- Todd Robinson on the set of Phantom
- Born: Media, Pennsylvania, U.S.
- Education: Adelphi University
- Occupations: Director, screenwriter, producer
- Spouse: Elizabeth
- Children: 2

= Todd Robinson (film director) =

Film director and screenwriter

Todd Robinson is an American film director, screenwriter, and producer.

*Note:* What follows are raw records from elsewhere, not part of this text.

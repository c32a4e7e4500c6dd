namespace DerivGen.Tests.Randomized;

/// <summary>
/// Generator bugs the randomised tests found that are not fixed yet (reported to the lead with minimal
/// reproductions). While a switch is true the random generator steers clear of that construct, so that the suite stays
/// green and keeps finding other bugs. When the bug is fixed, delete the switch and the code it guards (the construct
/// is then generated like any other), and turn the test that pins the current behaviour into a regression test of the
/// fix. Fixed bugs are not kept here: their regression tests are in Numerics/OpenBugRegressionTests.cs and
/// Numerics/FoundByRandomTestsRegressionTests.cs.
/// </summary>
internal static class KnownGeneratorBugs
{
    /// <summary>
    /// In a loop body, a carried local updated before a nested loop that updates it again
    /// (<c>s = s * x; for (…) { s = 0.5 * s; }</c>) would get a running derivative computed from its new value instead
    /// of its value at the start of the iteration (<c>dS_dX = x * dS_dX + s</c> after <c>s = s * x</c>): a wrong
    /// derivative. The shape is refused with DG0001 instead, pinned by
    /// <see cref="Analyzers.ControlFlowDiagnosticTests.DG0001NestedLoopUpdatingWhatTheIterationAlreadyUpdated"/>. Random
    /// programs expect every generated method to compile, so while this is open programs with that shape are discarded
    /// (<c>CaseGenerator.UpdatesBeforeNestedLoop</c>). The fix: take the outer running derivative's update from the value
    /// at the start of the iteration; then that test must check the derivative instead of the refusal.
    /// </summary>
    public static readonly bool UpdateBeforeNestedLoopReadsNewValue = true;
}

==Early life and education==
Robinson was born in Media, Pennsylvania. He attended Penncrest High School and graduated from Adelphi University on Long Island, New York with a BFA in theatre. His college roommate was the late composer and playwright Jonathan Larson.

==Career==
In 1996, Robinson wrote and co-produced White Squall, for director Ridley Scott, starring Jeff Bridges, Ryan Phillippe, Jeremy Sisto, and Scott Wolf. Robinson wrote, directed, and produced The Legend of Billy the Kid for The Disney Channel, for which he won a Prime Time Emmy Award.
He wrote and directed Wild Bill: Hollywood Maverick, a feature documentary on legendary studio director, William A. Wellman. The film was awarded Best Documentary Film by the National Board of Review and was featured at the Sundance Film Festival, the Berlin Film Festival, San Sebastian Film Festival and many others. His documentary "Amargosa" was the recipient of several Emmy award nominations, receiving one for "Best Cinematography."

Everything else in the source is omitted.